I’m not saying radical Islam will wither and die if the PLO signs a treaty. (Nor do I have anything especially useful to say about the timing of such a treaty or how much each side needs to be pressured at any given point.) I’m saying the Israel-Palestinian conflict contributes “a non-trivial amount” to building radical Islamic terrorist movements, so that a resolution of the conflict will help.

Yoffe and Kantor dispute that. First, they note that the “terrorists don’t want a peace deal between Israel and the PLO!” That’s true, of course, and any deal will undoubtedly be accompanied in the short run by terrorist attacks intending to disrupt it. One reason the terrorists don’t want a deal, though, may be that they realize their grassroots support will shrink considerably in its wake. (Indeed, if Bin Laden hates the idea of an Israel-PLO peace, why would achieving it be appeasing him?)

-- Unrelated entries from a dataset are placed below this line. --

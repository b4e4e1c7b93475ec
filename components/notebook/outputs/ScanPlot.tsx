import { useState } from 'react';
import { StyleSheet, Text, View, type GestureResponderEvent, type LayoutChangeEvent } from 'react-native';
import Svg, { G, Line, Path, Rect, Text as SvgText } from 'react-native-svg';
import { colors, fonts, spacing } from '../../../constants/theme';
import { usePresentationMode } from '../../ui/presentationMode';
import { ChipButton } from '../ChipButton';
import type { ScanPoint, ScanShape } from '../resultShapes';
import { saveTextFile } from '../saveFile';
import { nameOfQuantity } from '../texFormat';
import { monoFont } from '../monoFont';
import { tickLabel } from '../plotAxes';
import { followedCaption, followedRuns, labelX, nearestPoint, plotGeometry, plotSvg } from './plotGeometry';
import { PlotAxes } from './PlotAxes';

const PLOT_HEIGHT = 280;

/**
 * Exponents against s: the fixed point followed named above the plot (and each change marked in it), axes,
 * ticks, the legend below the plot (never over a curve), s = d/2 and s* marked, a read-out where you tap or point
 * (with the kinds of notice that apply at that point, from `pointNotices` keyed by s).
 */
export function ScanPlot({ scan, pointNotices, fileName, testID }: { scan: ScanShape; pointNotices?: Map<number, string[]>; fileName: string; testID?: string }) {
  const [width, setWidth] = useState(0);
  const [picked, setPicked] = useState<ScanPoint | null>(null);
  const presenting = usePresentationMode();
  const onLayout = (event: LayoutChangeEvent) => setWidth(Math.round(event.nativeEvent.layout.width));
  const geometry = width > 0 ? plotGeometry(scan, width, PLOT_HEIGHT) : null;
  const caption = followedCaption(followedRuns(scan), scan.variable);
  const pick = (event: GestureResponderEvent) => {
    if (geometry) setPicked(nearestPoint(scan, geometry.invertX(event.nativeEvent.locationX)));
  };
  return (
    <View style={styles.wrap} testID={testID}>
      {caption ? <Text style={styles.caption} testID={testID ? `${testID}-followed` : undefined}>{caption}</Text> : null}
      <View
        style={styles.canvas}
        onLayout={onLayout}
        onStartShouldSetResponder={() => true}
        onResponderGrant={pick}
        onResponderMove={pick}
        {...hoverProps(pick)}
        testID={testID ? `${testID}-canvas` : undefined}
      >
        {geometry ? (
          <Svg width={geometry.width} height={geometry.height} pointerEvents="none" fontFamily={fonts.regular}>
            <Rect x={0} y={0} width={geometry.width} height={geometry.height} fill={colors.surface} />
            <PlotAxes geometry={geometry} />
            {geometry.markers.map((marker) => (
              <G key={marker.label}>
                <Line x1={marker.x} x2={marker.x} y1={geometry.plotTop} y2={geometry.plotBottom} stroke={colors.amberDeep} strokeDasharray="4 3" />
                <SvgText x={labelX(marker.x, geometry.width, marker.label)} y={geometry.markRow} fontSize={11} fill={colors.amberDeep}>{marker.label}</SvgText>
              </G>
            ))}
            {geometry.changes.map((change) => (
              <G key={`change-${change.x}`} testID={testID ? `${testID}-change` : undefined}>
                <Line x1={change.x} x2={change.x} y1={geometry.plotTop} y2={geometry.plotBottom} stroke={colors.inkSoft} strokeDasharray="1 3" />
                <SvgText x={labelX(change.x, geometry.width, change.label)} y={geometry.changeRow} fontSize={11} fill={colors.inkSoft}>{change.label}</SvgText>
              </G>
            ))}
            {geometry.lines.map((plotLine) => (
              <Path key={plotLine.key} d={plotLine.path} fill="none" stroke={plotLine.color} strokeWidth={2} />
            ))}
            {picked ? <Line x1={geometry.xOf(picked.x)} x2={geometry.xOf(picked.x)} y1={geometry.plotTop} y2={geometry.plotBottom} stroke={colors.ink} strokeWidth={1} /> : null}
          </Svg>
        ) : null}
      </View>
      <View style={styles.legend} testID={testID ? `${testID}-legend` : undefined}>
        {(geometry?.lines ?? []).map((plotLine) => (
          <View key={plotLine.key} style={styles.legendItem}>
            <View style={[styles.swatch, { backgroundColor: plotLine.color }]} />
            <Text style={styles.legendText}>{plotLine.name}</Text>
          </View>
        ))}
      </View>
      <Text style={styles.readout} testID={testID ? `${testID}-readout` : undefined}>
        {picked
          ? `${scan.variable} = ${tickLabel(picked.x)}: ${scan.quantities.map((key) => `${nameOfQuantity(key)} = ${picked.values[key] !== undefined ? tickLabel(picked.values[key]) : '—'}`).join(', ')}${picked.flagged ? ' (outside d/2 < s < s*)' : ''}${noticeText(pointNotices?.get(picked.x))}`
          : 'Tap or point at the plot to read values.'}
      </Text>
      {geometry && !presenting ? <ChipButton label="Save SVG" onPress={() => void saveTextFile(`${fileName}.svg`, plotSvg(geometry), 'image/svg+xml')} testID={testID ? `${testID}-svg` : undefined} /> : null}
    </View>
  );
}

const noticeText = (kinds: string[] | undefined) => (kinds && kinds.length ? ` — see notices: ${kinds.join(', ')}` : '');

/** Pointer hover where there is a pointer (web); RN's types do not list these props on View. */
function hoverProps(pick: (event: GestureResponderEvent) => void): object {
  return {
    onPointerMove: (event: { nativeEvent: { offsetX?: number; locationX?: number } }) =>
      pick({ nativeEvent: { locationX: event.nativeEvent.offsetX ?? event.nativeEvent.locationX ?? 0 } } as GestureResponderEvent),
  };
}

const styles = StyleSheet.create({
  wrap: { gap: spacing.sm, alignItems: 'flex-start' },
  canvas: { width: '100%', height: PLOT_HEIGHT, borderWidth: 1, borderColor: colors.rule, borderRadius: 6, overflow: 'hidden' },
  caption: { fontFamily: fonts.medium, fontSize: 13, color: colors.inkSoft },
  legend: { flexDirection: 'row', flexWrap: 'wrap', gap: spacing.md },
  legendItem: { flexDirection: 'row', alignItems: 'center', gap: spacing.xs },
  swatch: { width: 14, height: 3, borderRadius: 2 },
  legendText: { fontFamily: fonts.medium, fontSize: 13, color: colors.ink },
  readout: { fontFamily: monoFont, fontSize: 12, color: colors.inkSoft },
});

But the issue is, again, the long-run. If there’s a Palestinian state, recognized by the U.S. and Israel, with its own institutions, will animus toward Israel and the U.S. really remain undiminished? True, as Kantor argues, there might, be “a whole new round of grievances: over borders, surveillance, water rights, and who knows what else.” And to the extent that countries and cultures that fail at modernity need to find scapegoats, America and Israel will still be available. On the other hand, the Palestinian entity will have its own internal problems to worry about, and it will presumably become increasingly enmeshed in trade with its neighbors, including Israel. There’s a chance the hate-filled official propaganda–in the West Bank and the rest of the Arab world–will at least be toned down, so schoolchildren won’t grow up with the notion that martyrdom is a smart career choice.

There may always be people who hate America so much they are willing to give their lives to kill us. But it helps if there are fewer of them. So it matters if the families of suicide bombers are shunned or are rewarded (figuratively or literally) with cakes and cash from their neighbors.

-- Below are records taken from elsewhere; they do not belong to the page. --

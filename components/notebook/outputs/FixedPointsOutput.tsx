import { StyleSheet, Text, View } from 'react-native';
import { colors, fonts, spacing } from '../../../constants/theme';
import { CopyableFormula } from '../CopyableFormula';
import type { FixedPointShape } from '../resultShapes';
import { seriesTex } from '../texFormat';
import { CoefficientTable } from './CoefficientTable';
import { type ResultNotice, Notices } from './ExponentsOutput';

/** A fixed point with the caveats the job attaches (complex at ε, undecided stability, merging at one loop). */
type PointWithCaveats = FixedPointShape & { caveats?: ResultNotice[] };

function stabilityText(point: PointWithCaveats): string {
  if (point.status === 'complex') return 'complex: not physical';
  if (point.stable === null) return point.caveats?.length ? 'undecided' : '';
  return point.stable ? 'IR-stable' : 'unstable';
}

/** Every fixed point: its caveats first, couplings as ε-series, a table of values and stability. */
export function FixedPointsOutput({ eps, points, fileName, testID }: { eps: string | null; points: PointWithCaveats[]; fileName: string; testID?: string }) {
  const rows = points.map((point) => [
    point.name,
    point.couplings.map((c) => `${c.name} = ${c.value ?? '—'}`).join('; '),
    point.stabilityValues ? point.stabilityValues.join(', ') : '—',
    stabilityText(point),
    point.status,
  ]);
  return (
    <View style={styles.wrap} testID={testID}>
      {eps ? <Text style={styles.caption}>Values at ε = {eps}.</Text> : null}
      {points.map((point, index) => (
        <View key={point.name} style={styles.point}>
          <Text style={styles.name}>{point.name}{point.stable ? ' · IR-stable' : ''}</Text>
          <Notices notices={point.caveats ?? []} testID={testID ? `${testID}-caveats-${index}` : undefined} />
          {point.couplings.map((c) => <CopyableFormula key={c.name} tex={`${c.name}_* = ${seriesTex(0, c.series)}`} />)}
          {point.stabilitySeries.map((series, index) => <CopyableFormula key={index} tex={`\\lambda_{${index + 1}} = ${seriesTex(0, series)}`} />)}
          {point.notes.map((note, index) => <Text key={index} style={styles.caption}>{note}</Text>)}
        </View>
      ))}
      <CoefficientTable header={['fixed point', 'couplings', 'stability eigenvalues', 'stability', 'status']} rows={rows} fileName={fileName} testID={testID ? `${testID}-table` : undefined} />
    </View>
  );
}

const styles = StyleSheet.create({
  wrap: { gap: spacing.md },
  point: { gap: spacing.xs, borderLeftWidth: 2, borderLeftColor: colors.rule, paddingLeft: spacing.md },
  name: { fontFamily: fonts.semibold, fontSize: 14, color: colors.ink },
  caption: { fontFamily: fonts.regular, fontSize: 13, color: colors.inkFaint },
});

And Kantor and Yoffe have no answer at all to the possibly-more-important point raised by Jacob Weisberg: that an Israel-PLO “settlement could remove a thorn from the paw of the moderate Arab states, making it easier for them to maintain public support while supporting our military campaign” against the Bin Ladens of the world.

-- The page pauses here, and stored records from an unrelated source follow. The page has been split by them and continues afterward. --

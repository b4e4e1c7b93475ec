import { StyleSheet, Text, View } from 'react-native';
import { colors, fonts, spacing } from '../../../constants/theme';
import { CopyableFormula } from '../CopyableFormula';
import { isObject, type ExponentsShape } from '../resultShapes';
import { coefficientText, nameOfQuantity, seriesTex, texOfQuantity } from '../texFormat';
import { CoefficientTable } from './CoefficientTable';
import { StructuredResult } from './StructuredResult';

/** Critical exponents: each ε-series typeset, then one table of coefficients and values at the physical ε. */
export function ExponentsOutput({ result, fileName, testID }: { result: ExponentsShape; fileName: string; testID?: string }) {
  const seriesKeys = Object.keys(result.series);
  const order = Math.max(0, ...seriesKeys.map((key) => result.series[key].length));
  const keys = [...seriesKeys, ...Object.keys(result.values).filter((key) => !seriesKeys.includes(key))];
  const { pade, relations, fixedPoint, meanField, ...extra } = result.extra;
  const padeValues = isObject(pade) ? pade : null;
  const header = ['quantity', ...Array.from({ length: order }, (_, k) => `ε^${k}`), result.eps ? `value at ε = ${result.eps}` : 'value', ...(padeValues ? ['Padé'] : [])];
  const rows = keys.map((key) => [
    nameOfQuantity(key),
    ...Array.from({ length: order }, (_, k) => (result.series[key]?.[k] !== undefined ? coefficientText(result.series[key][k]) : '')),
    result.values[key] ?? '',
    ...(padeValues ? [typeof padeValues[key] === 'string' ? (padeValues[key] as string) : '—'] : []),
  ]);
  const hasExtra = Object.keys(extra).length > 0;
  return (
    <View style={styles.wrap} testID={testID}>
      <Text style={styles.caption}>
        {[typeof fixedPoint === 'string' ? `At the ${fixedPoint} fixed point.` : null, meanField === true ? 'Mean-field: the Gaussian fixed point is stable and these values are exact.' : null, result.eps && result.eps !== 'eps' ? `Series in ε at fixed s; values at ε = ${result.eps}.` : 'Series in ε at fixed s.'].filter(Boolean).join(' ')}
      </Text>
      {seriesKeys.map((key) => (
        <CopyableFormula key={key} tex={`${texOfQuantity(key)} = ${seriesTex(0, result.series[key])}`} testID={`exponent-${key}`} />
      ))}
      <CoefficientTable header={header} rows={rows} fileName={fileName} testID={testID ? `${testID}-table` : undefined} />
      {isObject(relations) ? (
        <View style={styles.relations}>
          <Text style={styles.heading}>Relations used</Text>
          {Object.entries(relations).map(([key, text]) => <Text key={key} style={styles.caption}>{String(text)}</Text>)}
        </View>
      ) : null}
      {hasExtra ? <StructuredResult value={extra} fileName={fileName} /> : null}
    </View>
  );
}

const styles = StyleSheet.create({
  wrap: { gap: spacing.md },
  caption: { fontFamily: fonts.regular, fontSize: 13, color: colors.inkFaint },
  relations: { gap: 2 },
  heading: { fontFamily: fonts.semibold, fontSize: 13, color: colors.inkSoft },
});
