import { G, Line, Text as SvgText } from 'react-native-svg';
import { colors } from '../../../constants/theme';
import { tickLabel, type AxisFrame } from '../plotAxes';

/** A frame's grid, ticks, axes and titles on screen, the same as axesSvg writes to a saved file. */
export function PlotAxes({ geometry: g }: { geometry: AxisFrame }) {
  const middle = (g.plotTop + g.plotBottom) / 2;
  return (
    <G>
      {g.yTicks.map((tick) => (
        <G key={`y${tick.value}`}>
          <Line x1={g.plotLeft} x2={g.plotRight} y1={tick.at} y2={tick.at} stroke={colors.rule} />
          <SvgText x={g.plotLeft - 6} y={tick.at + 4} fontSize={11} textAnchor="end" fill={colors.inkSoft}>{tickLabel(tick.value)}</SvgText>
        </G>
      ))}
      {g.xTicks.map((tick) => (
        <G key={`x${tick.value}`}>
          <Line x1={tick.at} x2={tick.at} y1={g.plotBottom} y2={g.plotBottom + 5} stroke={colors.inkSoft} />
          <SvgText x={tick.at} y={g.plotBottom + 18} fontSize={11} textAnchor="middle" fill={colors.inkSoft}>{tickLabel(tick.value)}</SvgText>
        </G>
      ))}
      <Line x1={g.plotLeft} x2={g.plotRight} y1={g.plotBottom} y2={g.plotBottom} stroke={colors.inkSoft} />
      <Line x1={g.plotLeft} x2={g.plotLeft} y1={g.plotTop} y2={g.plotBottom} stroke={colors.inkSoft} />
      {g.xTitle ? <SvgText x={(g.plotLeft + g.plotRight) / 2} y={g.height - 6} fontSize={13} textAnchor="middle" fill={colors.ink}>{g.xTitle}</SvgText> : null}
      {g.yTitle ? <SvgText x={14} y={middle} fontSize={13} textAnchor="middle" fill={colors.ink} rotation={-90} origin={`14, ${middle}`}>{g.yTitle}</SvgText> : null}
    </G>
  );
}
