import { scaleLinear } from 'd3-scale';
import { line } from 'd3-shape';
import { colors } from '../../../constants/theme';
import { axesSvg, axisFrame, escapeXml, type AxisFrame, type PlotMargin } from '../plotAxes';
import type { ScanShape } from '../resultShapes';
import { nameOfQuantity } from '../texFormat';

export const seriesColors = ['#C9822B', '#26324A', '#2F7A4F', '#B23A3A', '#6B4FA0', '#2C7DA0'];
const SCAN_MARGIN: PlotMargin = { top: 16, right: 16, bottom: 40, left: 64 };

export interface PlotLine {
  key: string;
  name: string;
  color: string;
  path: string;
}

/** A scan's axes (from plotAxes, as every plot's), its lines and marks, and the scale for reading values back. */
export interface PlotGeometry extends AxisFrame {
  lines: PlotLine[];
  markers: { label: string; x: number }[];
  xOf: (value: number) => number;
  invertX: (pixel: number) => number;
}

/** Scales, ticks and line paths of a scan, shared by the on-screen plot and the SVG export. */
export function plotGeometry(scan: ScanShape, width: number, height: number): PlotGeometry {
  const xs = scan.points.map((point) => point.x);
  const ys = scan.points.flatMap((point) => scan.quantities.map((key) => point.values[key]).filter((v): v is number => v !== undefined));
  const x = scaleLinear().domain([Math.min(...xs), Math.max(...xs)]).range([SCAN_MARGIN.left, width - SCAN_MARGIN.right]);
  const yExtent = ys.length ? [Math.min(...ys), Math.max(...ys)] : [0, 1];
  if (yExtent[0] === yExtent[1]) yExtent[1] = yExtent[0] + 1;
  const y = scaleLinear().domain(yExtent).nice().range([height - SCAN_MARGIN.bottom, SCAN_MARGIN.top]);
  const lines = scan.quantities.map((key, index) => {
    const points = scan.points.filter((point) => point.values[key] !== undefined);
    const path = line<(typeof points)[number]>()
      .x((point) => x(point.x))
      .y((point) => y(point.values[key]))(points);
    return { key, name: nameOfQuantity(key), color: seriesColors[index % seriesColors.length], path: path ?? '' };
  });
  const [xMin, xMax] = x.domain();
  const markers: { label: string; x: number }[] = [];
  if (scan.meanField !== null && scan.meanField >= xMin && scan.meanField <= xMax) markers.push({ label: 's = d/2', x: x(scan.meanField) });
  if (scan.sStar !== null && scan.sStar >= xMin && scan.sStar <= xMax) markers.push({ label: 's*', x: x(scan.sStar) });
  // No y title: the lines are several quantities, named by the legend.
  return { ...axisFrame(x, y, width, height, SCAN_MARGIN, { x: scan.variable, y: '' }), lines, markers, xOf: x, invertX: (pixel) => x.invert(pixel) };
}

/** The scan point nearest to an abscissa. */
export function nearestPoint(scan: ScanShape, xValue: number) {
  return scan.points.reduce((best, point) => (Math.abs(point.x - xValue) < Math.abs(best.x - xValue) ? point : best), scan.points[0]);
}

/** A standalone SVG file of the plot. */
export function plotSvg(geometry: PlotGeometry): string {
  const g = geometry;
  const parts: string[] = [];
  parts.push(`<svg xmlns="http://www.w3.org/2000/svg" width="${g.width}" height="${g.height}" viewBox="0 0 ${g.width} ${g.height}" font-family="Inter, sans-serif" font-size="11">`);
  parts.push(`<rect width="100%" height="100%" fill="#FFFFFF"/>`);
  parts.push(...axesSvg(g));
  for (const marker of g.markers) {
    parts.push(`<line x1="${marker.x}" x2="${marker.x}" y1="${g.plotTop}" y2="${g.plotBottom}" stroke="${colors.amberDeep}" stroke-dasharray="4 3"/>`);
    parts.push(`<text x="${marker.x + 4}" y="${g.plotTop + 12}" fill="${colors.amberDeep}">${escapeXml(marker.label)}</text>`);
  }
  g.lines.forEach((plotLine, index) => {
    parts.push(`<path d="${plotLine.path}" fill="none" stroke="${plotLine.color}" stroke-width="2"/>`);
    parts.push(`<rect x="${g.plotRight - 90}" y="${g.plotTop + 4 + index * 16}" width="12" height="3" fill="${plotLine.color}"/>`);
    parts.push(`<text x="${g.plotRight - 72}" y="${g.plotTop + 9 + index * 16}" fill="${colors.ink}">${escapeXml(plotLine.name)}</text>`);
  });
  parts.push('</svg>');
  return parts.join('\n');
}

Weisberg does worry that since many “moderate” Arab and Muslim states have “milked Palestinian grievances” to prop themselves up, “pulling the thorn from the paw might also remove one of the pillars holding up several unstable regimes.” But is it so terrible if Egyptian President Mubarak has to address the stagnant living standards of his people, or the antidemocratic qualities of his regime, instead of letting Israel be a lightning rod?

Even the worst outcome–a new fundamentalist state in the region–might not be that bad, in the long run. We know from Iran that Islamic fundamentalism can be moderated from within, as the hardships inherent in withdrawing from the modern world become wearying and the population realizes there are causes for its problems other than Israel and America. When an ideology collapses from within (as communism did) it dies in a way it doesn’t if it’s simply suppressed from without. In the meantime, a fundamentalist state–whose terror will have a “return address”–can be deterred militarily, like any other state.